Uncertainty-Aware Reward Discounting for Mitigating Reward Hacking

arXiv cs.AI / 4/30/2026

💬 OpinionDeveloper Stack & InfrastructureIdeas & Deep AnalysisModels & Research

Key Points

  • The paper addresses a common reinforcement learning alignment issue where optimizing scalar rewards under uncertain, inconsistent real-world objectives can cause reward hacking and overconfident behavior.
  • It proposes a dual-source uncertainty-aware reward framework that models both epistemic uncertainty (via ensemble disagreement in value estimates) and preference uncertainty (via variability in reward annotations).
  • The method combines these uncertainty signals using a confidence-adjusted Reliability Filter to adapt action selection, balancing exploitation with caution under ambiguity.
  • Experiments on discrete gridworlds and continuous control tasks (Hopper-v4, Walker2d-v4) show substantially reduced reward-hacking behavior, including a reported 93.7% reduction in trap-visitation frequency, with robustness to supervisory noise.
  • The improvements come with a trade-off: peak observed reward is reduced compared with unconstrained baselines, reflecting the cost of added safety through uncertainty handling.

Abstract

Reinforcement learning (RL) systems typically optimize scalar reward functions that assume precise and reliable evaluation of outcomes.
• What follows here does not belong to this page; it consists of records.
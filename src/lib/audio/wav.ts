// A RIFF/WAVE writer for rendered audio: 16-bit integer PCM (format 1) or 32-bit float
// (format 3), interleaved channels, little-endian, canonical 44-byte header.

export interface WavOptions {
	bitDepth?: 16 | 32;
}

export function encodeWav(
	channels: ArrayLike<number>[],
	sampleRate: number,
	{ bitDepth = 16 }: WavOptions = {}
): Uint8Array {
	const channelCount = channels.length;
	const frames = channelCount ? Math.min(...channels.map((c) => c.length)) : 0;
	const bytesPerSample = bitDepth / 8;
	const dataBytes = frames * channelCount * bytesPerSample;
	const bytes = new Uint8Array(44 + dataBytes);
	const view = new DataView(bytes.buffer);
	const text = (offset: number, s: string) => {
		for (let i = 0; i < s.length; i++) bytes[offset + i] = s.charCodeAt(i);
	};
	text(0, 'RIFF');
	view.setUint32(4, 36 + dataBytes, true);
	text(8, 'WAVE');
	text(12, 'fmt ');
	view.setUint32(16, 16, true);
	view.setUint16(20, bitDepth === 32 ? 3 : 1, true);
	view.setUint16(22, channelCount, true);
	view.setUint32(24, sampleRate, true);
	view.setUint32(28, sampleRate * channelCount * bytesPerSample, true);
	view.setUint16(32, channelCount * bytesPerSample, true);
	view.setUint16(34, bitDepth, true);
	text(36, 'data');
	view.setUint32(40, dataBytes, true);
	let offset = 44;
	for (let i = 0; i < frames; i++) {
		for (let c = 0; c < channelCount; c++) {
			const v = channels[c][i];
			if (bitDepth === 32) view.setFloat32(offset, v, true);
			else {
				const clamped = Math.max(-1, Math.min(1, v));
				view.setInt16(offset, Math.round(clamped < 0 ? clamped * 32768 : clamped * 32767), true);
			}
			offset += bytesPerSample;
		}
	}
	return bytes;
}
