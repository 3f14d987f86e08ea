// When a rig change sounds, on the audio clock (DESIGN.md §5). Two ways, one per use:
// - live (a pad pressed now): the next render quantum. Web Audio applies an automation event
//   timed at or before `currentTime` from the next block it renders (Web Audio API, AudioParam
//   "If startTime is less than currentTime, it is clamped to currentTime"), so scheduling at
//   `currentTime` adds no delay of our own beyond the block being rendered.
// - exact (replay, offline render): at the event's own time on the session clock, on a frame.
// Pure functions of a clock, so tests can drive them with a fake context.

/** The part of an AudioContext scheduling reads. */
export interface AudioClock {
	readonly currentTime: number;
	readonly sampleRate: number;
}

/** Web Audio API §2.4: audio is rendered in blocks of 128 sample-frames (one render quantum). */
export const RENDER_QUANTUM = 128;

/** A live change: at the context's current time, which the next rendered quantum starts from. */
export function liveTime(clock: AudioClock): number {
	return clock.currentTime;
}

/**
 * `seconds` on a frame, a quarter frame early so that frame is the first to hear it whether the
 * browser rounds event times up or to nearest (seconds × rate is rarely an exact integer).
 */
export function onFrame(seconds: number, sampleRate: number): number {
	return (Math.round(seconds * sampleRate) - 0.25) / sampleRate;
}

/** An exact change at `seconds` on the context clock: on its frame, never before the current time. */
export function exactTime(clock: AudioClock, seconds: number): number {
	return Math.max(onFrame(seconds, clock.sampleRate), clock.currentTime);
}
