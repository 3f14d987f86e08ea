import { beforeAll, describe, expect, it, vi } from 'vitest';
import { render, screen, within } from '@testing-library/svelte';
import userEvent from '@testing-library/user-event';
import HoldRowDialog from '$lib/components/studio/HoldRowDialog.svelte';
import OnePressDialog from '$lib/components/studio/OnePressDialog.svelte';
import { legatoRow, onePressEffect, padGridProfile, paramForDivision, type Mapping } from '$lib/engine';

// Typing through user-event is slow in jsdom on a shared machine.
vi.setConfig({ testTimeout: 20_000 });

// jsdom has <dialog> but not its modal methods.
beforeAll(() => {
	HTMLDialogElement.prototype.showModal ??= function (this: HTMLDialogElement) {
		this.open = true;
	};
	HTMLDialogElement.prototype.close ??= function (this: HTMLDialogElement) {
		this.open = false;
	};
});

const empty: Mapping = {
	version: 2,
	name: 'Empty',
	decks: 2,
	profile: padGridProfile(),
	racks: [
		{ id: 'one', label: 'One' },
		{ id: 'two', label: 'Two' }
	],
	counters: [],
	bindings: []
};

describe('OnePressDialog', () => {
	it('previews the sentences it will write and writes the builder’s binding', async () => {
		const onwrite = vi.fn(() => []);
		const onclose = vi.fn();
		render(OnePressDialog, { open: true, mapping: empty, input: 'pad-1', onwrite, onclose });
		const user = userEvent.setup();
		await user.selectOptions(screen.getByLabelText('Rack'), '2');
		await user.selectOptions(screen.getByLabelText('Effect 1: Echo time'), '1/8');
		await user.type(screen.getByLabelText('Label'), 'Echo A');
		expect(within(screen.getByTestId('builder-preview')).getByTestId('lane-press')).toHaveTextContent(
			'load Echo 1/8 into rack 2mix 80 %route to deck A onlyswitch on'
		);
		await user.click(screen.getByRole('button', { name: 'Write the steps' }));
		expect(onwrite).toHaveBeenCalledWith(
			onePressEffect({
				input: 'pad-1',
				label: 'Echo A',
				rack: 2,
				chain: ['echo'],
				params: [[paramForDivision('echo', 1, '1/8')]],
				mix: 0.8,
				deck: 'A',
				decks: 2,
				intent: 'while-held'
			})
		);
		expect(onclose).toHaveBeenCalled();
	});

	it('keeps the dialog open with the problems when the mapping refuses the binding', async () => {
		const onwrite = vi.fn(() => [{ path: 'bindings[0].label', message: 'label must be at most 64 characters' }]);
		const onclose = vi.fn();
		render(OnePressDialog, { open: true, mapping: empty, input: 'pad-2', onwrite, onclose });
		await userEvent.setup().click(screen.getByRole('button', { name: 'Write the steps' }));
		expect(screen.getByRole('alert')).toHaveTextContent('label must be at most 64 characters');
		expect(onclose).not.toHaveBeenCalled();
	});
});

describe('HoldRowDialog', () => {
	it('writes a four-pad stutter row with one division per pad and its counter', async () => {
		const onwrite = vi.fn(() => []);
		render(HoldRowDialog, { open: true, mapping: empty, onwrite, onclose: vi.fn() });
		const user = userEvent.setup();
		expect(screen.getByRole('button', { name: 'Write the row' })).toBeDisabled();
		for (const n of [13, 14, 15, 16]) await user.click(screen.getByLabelText(`Pad ${n}`));
		await user.selectOptions(screen.getByLabelText('Rack'), '2');
		const preview = screen.getByTestId('builder-preview');
		expect(within(preview).getAllByTestId('lane-press')).toHaveLength(4);
		expect(preview).toHaveTextContent('Stutter 1/32');
		await user.click(screen.getByRole('button', { name: 'Write the row' }));
		expect(onwrite).toHaveBeenCalledWith(
			legatoRow({
				pads: ['pad-13', 'pad-14', 'pad-15', 'pad-16'],
				rack: 2,
				effect: 'stutter',
				variants: ['1/4', '1/8', '1/16', '1/32'],
				labels: ['Stutter 1/4', 'Stutter 1/8', 'Stutter 1/16', 'Stutter 1/32'],
				counter: 'held',
				group: 'row',
				deck: 'A',
				decks: 2,
				mix: 1
			})
		);
	});
});
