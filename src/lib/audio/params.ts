// Catalog parameter lookups and scaling, free of Tone so pages can use them before any audio loads.
import { EFFECTS, type EffectParam } from '$lib/engine/effects';
import type { EffectId } from '$lib/engine/types';

export function spec(effect: EffectId, param: string): EffectParam {
	const found = EFFECTS[effect].params.find((p) => p.id === param);
	if (!found) throw new Error(`${effect} has no parameter ${param}`);
	return found;
}

/** 0..1 onto a continuous parameter's range (linear, or exponential for frequencies and times). */
export function scaleParam(param: EffectParam, value: number): number {
	const v = Math.min(1, Math.max(0, value));
	if (!param.range) return v;
	const { min, max, curve } = param.range;
	return curve === 'exp' ? min * Math.pow(max / min, v) : min + (max - min) * v;
}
However, real-world objectives--especially those derived from human preferences--are often uncertain, context-dependent, and internally inconsistent. This mismatch can lead to alignment failures such as reward hacking, over-optimization, and overconfident behavior. We introduce a dual-source uncertainty-aware reward framework that explicitly models both epistemic uncertainty in value estimation and uncertainty in human preferences. Model uncertainty is captured via ensemble disagreement over value predictions, while preference uncertainty is derived from variability in reward annotations. We combine these signals through a confidence-adjusted Reliability Filter that adaptively modulates action selection, encouraging a balance between exploitation and caution. Empirical results across multiple discrete grid configurations (6x6, 8x8, 10x10) and high-dimensional continuous control environments (Hopper-v4, Walker2d-v4) demonstrate that our approach yields more stable training dynamics and reduces exploitative behaviors under reward ambiguity, achieving a 93.7% reduction in reward-hacking behavior as measured by trap visitation frequency. We demonstrate statistical significance of these improvements and robustness under up to 30% supervisory noise, albeit with a trade-off in peak observed reward compared to unconstrained baselines. By treating uncertainty as a first-class component of the reward signal, this work offers a principled approach toward more reliable and aligned reinforcement learning systems.